Requiem for a Restaurant

2022 began quietly, cautiously. Moving tenuously on tip-toes, carefully stepping around the remnants of the pandemic while trying to move forward anew, the trajectory was unclear. For a while, business began to improve, life started humming ahead like “normal” while we picked up the pieces of a broken society. Despite clear progress, it feels like running in place when we stop to look up at the unchanged scenery around us. Alas, that’s not true; if anything, in many ways, we’re going backwards again.

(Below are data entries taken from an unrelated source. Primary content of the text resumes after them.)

func writeNC(path string, r *Results, meta Meta) error {
	m := r.Maps
	attrs := map[string]any{
		"response": r.Response, "method": r.Method, "level": r.Level, "factors": factorList(r),
		vocab.RelationshipsMode: "anomaly", "detrended": r.Detrend, "cell_fold_years": r.CellFoldYears,
		vocab.TimeSteps: r.Steps, "cells_without_fit": m.Failed,
		"n_eff_method": "per cell: n(1 − ρ)/(1 + ρ), ρ the largest product of a factor's and the response's lag-1 autocorrelations (Bretherton et al. 1999, J. Climate 12, eq. 31)",
		"cv_method":    fmt.Sprintf("leave one block of %d calendar years out (block ⌊year/%d⌋)", r.CellFoldYears, r.CellFoldYears),
	}
	for k, v := range map[string]string{"dataset": meta.Dataset, "lidscope_version": meta.Version, vocab.StudyHash: meta.StudyHash, "period": meta.Period, vocab.Conventions: meta.MetricsConventions} {
		if v != "" {
			attrs[k] = v
		}
	}
	title := meta.Title
	if title == "" {
		title = "lidscope cloud-controlling factor sensitivities"
	}
	w, err := cfwrite.Create(path, cfwrite.Options{Title: title, Source: meta.Source, Command: meta.Command, Attributes: attrs, Overwrite: true})
	if err != nil {
		return err
	}
	defer w.Abort()
	if err := w.SetGrid(cfwrite.Grid{Lat: m.Lat, Lon: m.Lon}); err != nil {
		return err
	}
	dims := []string{cfwrite.DimLat, cfwrite.DimLon}
	var vs []cfwrite.Field
	add := func(name, units, long string, data []float64) {
		fin := make([]float64, len(data))
		for i, x := range data {
			fin[i] = finite(x)
		}
		data = fin
		vs = append(vs, cfwrite.Field{Spec: cfwrite.VarSpec{Name: name, Dims: dims, Units: units, LongName: long, Type: cfwrite.Float64}, Data: data})
	}
	resp, ru := r.Response, r.ResponseUnits
	p := len(r.Factors)
	for k, f := range r.Factors {
		cu := slopeUnits(ru, f.Units)
		what := fmt.Sprintf("of %s anomalies on %s anomalies (%s regression on %d factors)", resp, f.Name, r.Method, p)
		add(CoefName(resp, f.Name), cu, "sensitivity "+what, m.Coef[k])
		add(CoefSDName(resp, f.Name), ru, "sensitivity per standard deviation of the factor "+what, m.CoefSD[k])
		add(SEName(resp, f.Name), cu, "standard error of the sensitivity "+what, m.SE[k])
		add(LoName(resp, f.Name), cu, fmt.Sprintf("lower bound of the %g %% interval of the sensitivity %s", 100*r.Level, what), m.Lo[k])
		add(HiName(resp, f.Name), cu, fmt.Sprintf("upper bound of the %g %% interval of the sensitivity %s", 100*r.Level, what), m.Hi[k])
		add(VIFName(f.Name), vocab.UnitOne, "variance inflation factor of "+f.Name, m.VIF[k])
		add(SDName(f.Name), f.Units, "standard deviation of the "+f.Name+" anomalies", m.SD[k])
	}
	for j, fj := range r.Factors {
		for l := j; l < p; l++ {
			fl := r.Factors[l]
			u := slopeUnits(slopeUnits(ru+" "+ru, fj.Units), fl.Units)
			if ru == vocab.UnitOne || ru == "" {
				u = slopeUnits(slopeUnits(vocab.UnitOne, fj.Units), fl.Units)
			}
			add(CovName(resp, fj.Name, fl.Name), tidyUnits(u), "covariance of the sensitivities to "+fj.Name+" and "+fl.Name, m.Cov[j*p+l])
		}
	}
	add(cellName(resp, vocab.R2), vocab.UnitOne, "coefficient of determination of the factor regression (in sample)", m.R2)
	add(cellName(resp, statCVR2), vocab.UnitOne, "cross-validated coefficient of determination of the factor regression", m.CVR2)
	add(cellName(resp, vocab.NEff), vocab.UnitOne, "effective sample size of the factor regression", m.NEff)
	add(cellName(resp, vocab.Count), vocab.UnitOne, "monthly samples of the factor regression", m.N)
	add(cellName(resp, statPenalty), vocab.UnitOne, "ridge penalty chosen by cross-validation (correlation-matrix scale; 0 is OLS)", m.Pen)
	if err := w.WriteFields(vs); err != nil {
		return err
	}
	return w.Close()
}

// tidyUnits joins repeated bases of a product of powers ("K-1 K-1" →
// "K-2").
func tidyUnits(u string) string {
	exp := map[string]int{}
	var order []string
	for _, f := range strings.Fields(u) {
		base, e := f, 1
		if i := strings.IndexAny(f, "-0123456789"); i > 0 {
			base = f[:i]
			fmt.Sscanf(f[i:], "%d", &e)
		}
		if _, ok := exp[base]; !ok {
			order = append(order, base)
		}
		exp[base] += e
	}
	var out []string
	for _, b := range order {
		switch e := exp[b]; e {
		case 0:
		case 1:
			out = append(out, b)
		default:
			out = append(out, b+strconv.Itoa(e))
		}
	}
	if len(out) == 0 {
		return vocab.UnitOne
	}
	return strings.Join(out, " ")
}

func factorList(r *Results) string {
	var s []string
	for _, f := range r.Factors {
		s = append(s, f.Name)
	}
	return strings.Join(s, " ")
}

Right now, as I do at the close of every year, I’m talking about the restaurants that have left us. This was a particularly brutal culling to look back on, wiping out true pillars of our Austin vegan community in a matter of months. What once seemed stable, unshakable, and always reliable are now mere memories. Such losses are crushing, but let’s take a moment to celebrate the fleeting moments that we were fortunate enough to share.

Sundaze

Sundaze slipped away while no one was looking. One day the south trailer was missing in action, then mobile orders were turned off for their Possum Park location, and finally, the website went down. Only unanswered questions remain in their wake. It seems pretty conclusive that no matter what happened, their affordable fast food-style vegan fried chicken sandwiches will grace our city streets no more.

Binge Kitchen

Binge Kitchen lives on in San Antonio, but this bastion of vegan soul food and southern specialties has closed up shop in the capitol city. Austin is now bereft of the southern-style home cooking they excelled at, smothered in love as if it was gravy. Hope remains that they may reopen in a new spot, but no solid leads have yet materialized.

Sweet Ritual

Sweet Ritual called it quits in late May after over 10 years in business. Having survived so many tough transitions with a seemingly endless upward trajectory, this announcement was a real bellwether of change. Between the combination of ingredient shortages and increasing expenses, the pioneering scoop shop could no longer keep its cool. As one of my earliest memories of Austin, and a deep love of ice cream in general, this one hit me particularly hard.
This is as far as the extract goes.